■ Records supplied ■
==================================================

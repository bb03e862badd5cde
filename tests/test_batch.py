"""Batch screening: order, pattern cache, bad rows, workers, CLI."""

from __future__ import annotations

import json
import subprocess
import sys

from enumerator.parse.condensed import parse_condensed
from enumerator.rules.ruleset import load_rules
from enumerator.workflow.batch import pattern_key, screen

FORMULAS = [
    "[RuCl2(CO)2(PPh3)2]",
    "[Co(NH3)4Cl2]+",
    "[Xx(CO)6]",
    "[OsBr2(CO)2(PMe3)2]",
    "Ma4b2",
    "[Fe(CN)5(NO)]2-",
    "[Co(en)2Cl2]+",
]


def test_order_errors_and_cache():
    rows = list(screen(FORMULAS))
    assert [r.formula for r in rows] == FORMULAS
    assert rows[2].error and "Xx" in rows[2].error and rows[3].error is None
    # same pattern (MA2B2C2 with distinct reporters) -> served from the cache, identical answer
    assert rows[3].cached and rows[3].point_groups == rows[0].point_groups
    assert (rows[0].geometric_isomers, rows[0].stereoisomers) == (5, 6)  # from memory: MA2B2C2
    assert rows[4].cached  # Ma4b2 shares the pattern of [Co(NH3)4Cl2]+
    assert (rows[6].geometric_isomers, rows[6].stereoisomers) == (2, 3)  # Werner: cis pair + trans


def test_workers_same_output():
    one = list(screen(FORMULAS, workers=1))
    two = list(screen(FORMULAS, workers=2))
    assert one == two


def test_pattern_key_ignores_names_not_shape():
    rs = load_rules()
    a = pattern_key(parse_condensed("[RuCl2(CO)2(PPh3)2]", rs), "OC-6")
    b = pattern_key(parse_condensed("[OsBr2(CO)2(PMe3)2]", rs), "OC-6")
    c = pattern_key(parse_condensed("[RuCl2(CO)2(dppe)]", rs), "OC-6")
    assert a == b and a != c


def test_cli_csv_input(tmp_path):
    src = tmp_path / "in.csv"
    src.write_text("label,formula\nA,[Co(NH3)4Cl2]+\nB,[Fe(CO)99\nC,Ni(CO)4\n", encoding="utf-8")
    out = tmp_path / "out.json"
    p = subprocess.run(
        [sys.executable, "-m", "enumerator", "batch", str(src), "--format", "json", "--out", str(out)],
        capture_output=True,
        text=True,
    )
    assert p.returncode == 2 and "1 of 3 rows" in p.stderr and "Traceback" not in p.stderr
    doc = json.loads(out.read_text(encoding="utf-8"))
    assert [r["label"] for r in doc["rows"]] == ["A", "B", "C"]
    assert doc["rows"][1]["error"] and doc["rows"][2]["geometry"] == "T-4"


def test_batch_result_reads_counts_from_the_result():
    from enumerator.workflow.batch import run_batch
    from enumerator.workflow.pipeline import analyse

    result = run_batch(["[Fe(CN)4(CO)2]2-", "[Xx(CO)6]"])
    assert [r.index for r in result.failed] == [1]
    row = result.rows[0]
    doc = analyse("[Fe(CN)4(CO)2]2-").to_dict()
    # the same counts the isomer listing's JSON gives, read from the Result instead of from that JSON
    assert (row.geometric_isomers, row.stereoisomers) == (doc["geometric_isomers"], doc["stereoisomers"])
    assert row.point_groups == tuple((i["id"], i["point_group"]) for i in doc["isomers"])
    assert row.ir_bands == tuple(
        (i["id"], cls, m["ir"]) for i in doc["isomers"] for cls, m in sorted(i["modes"].items())
    )
    assert result.to_dict() == {"rows": [r.to_dict() for r in result.rows]}


def test_rows_built_field_by_field_cover_every_field():
    # the screen builds rows positionally for speed: the field order it relies on must hold
    from dataclasses import fields

    from enumerator.workflow.batch import BatchRow

    names = [f.name for f in fields(BatchRow)]
    assert names == [
        "index", "formula", "label", "error", "metal", "charge", "oxidation_state", "d_electrons",
        "valence_electrons", "geometry", "geometry_reason", "geometric_isomers", "stereoisomers", "complete",
        "point_groups", "ir_bands", "safety", "cached",
    ]  # fmt: skip


def test_a_repeated_formula_gives_the_first_rows_answer_with_its_own_place_and_label():
    from enumerator.workflow.batch import screen

    rows = list(screen([("Ma4b2", "one"), ("Ma5b", "two"), ("Ma4b2", "three")]))
    assert [(r.index, r.label, r.cached) for r in rows] == [(0, "one", False), (1, "two", False), (2, "three", True)]
    assert rows[2].point_groups == rows[0].point_groups and rows[2].geometry == rows[0].geometry


#: Repeats across the chunk boundaries, refused rows (an unknown metal, a broken formula, a refused label), a
#: pattern beyond the size cap (Mabcdefghijkl: 12 different ligands) and labels.
POOL_INPUT = [
    "Ma4b2",
    "[Xx(CO)6]",
    ("[Co(NH3)4Cl2]+", "bad\x01label"),
    ("[RuCl2(CO)2(PPh3)2]", "Ru"),
    "Ma4b2",
    "[OsBr2(CO)2(PMe3)2]",
    "[Fe(CO)99",
    "Mabcdefghijkl",
] * 3


def test_pooled_chunks_give_the_rows_of_one_process(monkeypatch):
    # common practice: the pool must not change the answer; every row, its 'cached' flag across chunk
    # boundaries included, and every rendered format are the same as with one process
    import enumerator.workflow.batch as batch_mod
    from enumerator.render.batch import render_batch

    monkeypatch.setattr(batch_mod, "POOL_MIN_ROWS", 1)
    one = batch_mod.run_batch(POOL_INPUT)
    for workers in (2, 3):
        seen: list[tuple[int, int]] = []
        pooled = batch_mod.run_batch(POOL_INPUT, workers=workers, progress=lambda f, d, t, s=seen: s.append((d, t)))
        assert pooled == one
        assert all(render_batch(pooled, fmt) == render_batch(one, fmt) for fmt in ("csv", "json", "table"))
        assert seen[-1] == (len(POOL_INPUT), len(POOL_INPUT))
    assert one.rows[8].cached and one.rows[8].formula == "Ma4b2"  # first of its chunk, seen in an earlier one
    assert "--limit N" in (one.rows[7].error or "")  # the size-cap refusal stays that row's error


def test_small_inputs_stay_in_one_process(monkeypatch):
    import enumerator.workflow.batch as batch_mod

    def no_pool(*args, **kwargs):
        raise AssertionError("a small input must not start processes")

    monkeypatch.setattr(batch_mod, "_pooled", no_pool)
    assert len(list(batch_mod.screen(FORMULAS, workers=4))) == len(FORMULAS)


def test_a_dead_worker_fails_its_chunk_rows_only(monkeypatch):
    from concurrent.futures import Future

    import enumerator.workflow.batch as batch_mod

    dead: Future = Future()
    dead.set_exception(RuntimeError("killed"))
    table, refs = batch_mod._collect(dead, [(4, "Ma4b2", "x"), (5, "Ma5b", "")])
    assert refs == [0, 1] and all(key is None and "worker process failed" in (row.error or "") for row, key in table)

==================================================

All records are to be restated exactly, from the first line to the last line.

repository bb03e862badd5cde
filename tests/test_batch.py
"""Batch screening: order, pattern cache, bad rows, workers, CLI."""

from __future__ import annotations

import json
import subprocess
import sys

from enumerator.parse.condensed import parse_condensed
from enumerator.rules.ruleset import load_rules
from enumerator.workflow.batch import pattern_key, screen

FORMULAS = [
    "[RuCl2(CO)2(PPh3)2]",
    "[Co(NH3)4Cl2]+",
    "[Xx(CO)6]",
    "[OsBr2(CO)2(PMe3)2]",
    "Ma4b2",
    "[Fe(CN)5(NO)]2-",
    "[Co(en)2Cl2]+",
]


def test_order_errors_and_cache():
    rows = list(screen(FORMULAS))
    assert [r.formula for r in rows] == FORMULAS
    assert rows[2].error and "Xx" in rows[2].error and rows[3].error is None
    # same pattern (MA2B2C2 with distinct reporters) -> served from the cache, identical answer
    assert rows[3].cached and rows[3].point_groups == rows[0].point_groups
    assert (rows[0].geometric_isomers, rows[0].stereoisomers) == (5, 6)  # from memory: MA2B2C2
    assert rows[4].cached  # Ma4b2 shares the pattern of [Co(NH3)4Cl2]+
    assert (rows[6].geometric_isomers, rows[6].stereoisomers) == (2, 3)  # Werner: cis pair + trans


def test_workers_same_output():
    one = list(screen(FORMULAS, workers=1))
    two = list(screen(FORMULAS, workers=2))
    assert one == two


def test_pattern_key_ignores_names_not_shape():
    rs = load_rules()
    a = pattern_key(parse_condensed("[RuCl2(CO)2(PPh3)2]", rs), "OC-6")
    b = pattern_key(parse_condensed("[OsBr2(CO)2(PMe3)2]", rs), "OC-6")
    c = pattern_key(parse_condensed("[RuCl2(CO)2(dppe)]", rs), "OC-6")
    assert a == b and a != c


def test_cli_csv_input(tmp_path):
    src = tmp_path / "in.csv"
    src.write_text("label,formula\nA,[Co(NH3)4Cl2]+\nB,[Fe(CO)99\nC,Ni(CO)4\n", encoding="utf-8")
    out = tmp_path / "out.json"
    p = subprocess.run(
        [sys.executable, "-m", "enumerator", "batch", str(src), "--format", "json", "--out", str(out)],
        capture_output=True,
        text=True,
    )
    assert p.returncode == 2 and "1 of 3 rows" in p.stderr and "Traceback" not in p.stderr
    doc = json.loads(out.read_text(encoding="utf-8"))
    assert [r["label"] for r in doc["rows"]] == ["A", "B", "C"]
    assert doc["rows"][1]["error"] and doc["rows"][2]["geometry"] == "T-4"


def test_batch_result_reads_counts_from_the_result():
    from enumerator.workflow.batch import run_batch
    from enumerator.workflow.pipeline import analyse

    result = run_batch(["[Fe(CN)4(CO)2]2-", "[Xx(CO)6]"])
    assert [r.index for r in result.failed] == [1]
    row = result.rows[0]
    doc = analyse("[Fe(CN)4(CO)2]2-").to_dict()
    # the same counts the isomer listing's JSON gives, read from the Result instead of from that JSON
    assert (row.geometric_isomers, row.stereoisomers) == (doc["geometric_isomers"], doc["stereoisomers"])
    assert row.point_groups == tuple((i["id"], i["point_group"]) for i in doc["isomers"])
    assert row.ir_bands == tuple(
        (i["id"], cls, m["ir"]) for i in doc["isomers"] for cls, m in sorted(i["modes"].items())
    )
    assert result.to_dict() == {"rows": [r.to_dict() for r in result.rows]}


def test_rows_built_field_by_field_cover_every_field():
    # the screen builds rows positionally for speed: the field order it relies on must hold
    from dataclasses import fields

    from enumerator.workflow.batch import BatchRow

    names = [f.name for f in fields(BatchRow)]
    assert names == [
        "index", "formula", "label", "error", "metal", "charge", "oxidation_state", "d_electrons",
        "valence_electrons", "geometry", "geometry_reason", "geometric_isomers", "stereoisomers", "complete",
        "point_groups", "ir_bands", "safety", "cached",
    ]  # fmt: skip


def test_a_repeated_formula_gives_the_first_rows_answer_with_its_own_place_and_label():
    from enumerator.workflow.batch import screen

    rows = list(screen([("Ma4b2", "one"), ("Ma5b", "two"), ("Ma4b2", "three")]))
    assert [(r.index, r.label, r.cached) for r in rows] == [(0, "one", False), (1, "two", False), (2, "three", True)]
    assert rows[2].point_groups == rows[0].point_groups and rows[2].geometry == rows[0].geometry


#: Repeats across the chunk boundaries, refused rows (an unknown metal, a broken formula, a refused label), a
#: pattern beyond the size cap (Mabcdefghijkl: 12 different ligands) and labels.
POOL_INPUT = [
    "Ma4b2",
    "[Xx(CO)6]",
    ("[Co(NH3)4Cl2]+", "bad\x01label"),
    ("[RuCl2(CO)2(PPh3)2]", "Ru"),
    "Ma4b2",
    "[OsBr2(CO)2(PMe3)2]",
    "[Fe(CO)99",
    "Mabcdefghijkl",
] * 3


def test_pooled_chunks_give_the_rows_of_one_process(monkeypatch):
    # common practice: the pool must not change the answer; every row, its 'cached' flag across chunk
    # boundaries included, and every rendered format are the same as with one process
    import enumerator.workflow.batch as batch_mod
    from enumerator.render.batch import render_batch

    monkeypatch.setattr(batch_mod, "POOL_MIN_ROWS", 1)
    one = batch_mod.run_batch(POOL_INPUT)
    for workers in (2, 3):
        seen: list[tuple[int, int]] = []
        pooled = batch_mod.run_batch(POOL_INPUT, workers=workers, progress=lambda f, d, t, s=seen: s.append((d, t)))
        assert pooled == one
        assert all(render_batch(pooled, fmt) == render_batch(one, fmt) for fmt in ("csv", "json", "table"))
        assert seen[-1] == (len(POOL_INPUT), len(POOL_INPUT))
    assert one.rows[8].cached and one.rows[8].formula == "Ma4b2"  # first of its chunk, seen in an earlier one
    assert "--limit N" in (one.rows[7].error or "")  # the size-cap refusal stays that row's error


def test_small_inputs_stay_in_one_process(monkeypatch):
    import enumerator.workflow.batch as batch_mod

    def no_pool(*args, **kwargs):
        raise AssertionError("a small input must not start processes")

    monkeypatch.setattr(batch_mod, "_pooled", no_pool)
    assert len(list(batch_mod.screen(FORMULAS, workers=4))) == len(FORMULAS)


def test_a_dead_worker_fails_its_chunk_rows_only(monkeypatch):
    from concurrent.futures import Future

    import enumerator.workflow.batch as batch_mod

    dead: Future = Future()
    dead.set_exception(RuntimeError("killed"))
    table, refs = batch_mod._collect(dead, [(4, "Ma4b2", "x"), (5, "Ma5b", "")])
    assert refs == [0, 1] and all(key is None and "worker process failed" in (row.error or "") for row, key in table)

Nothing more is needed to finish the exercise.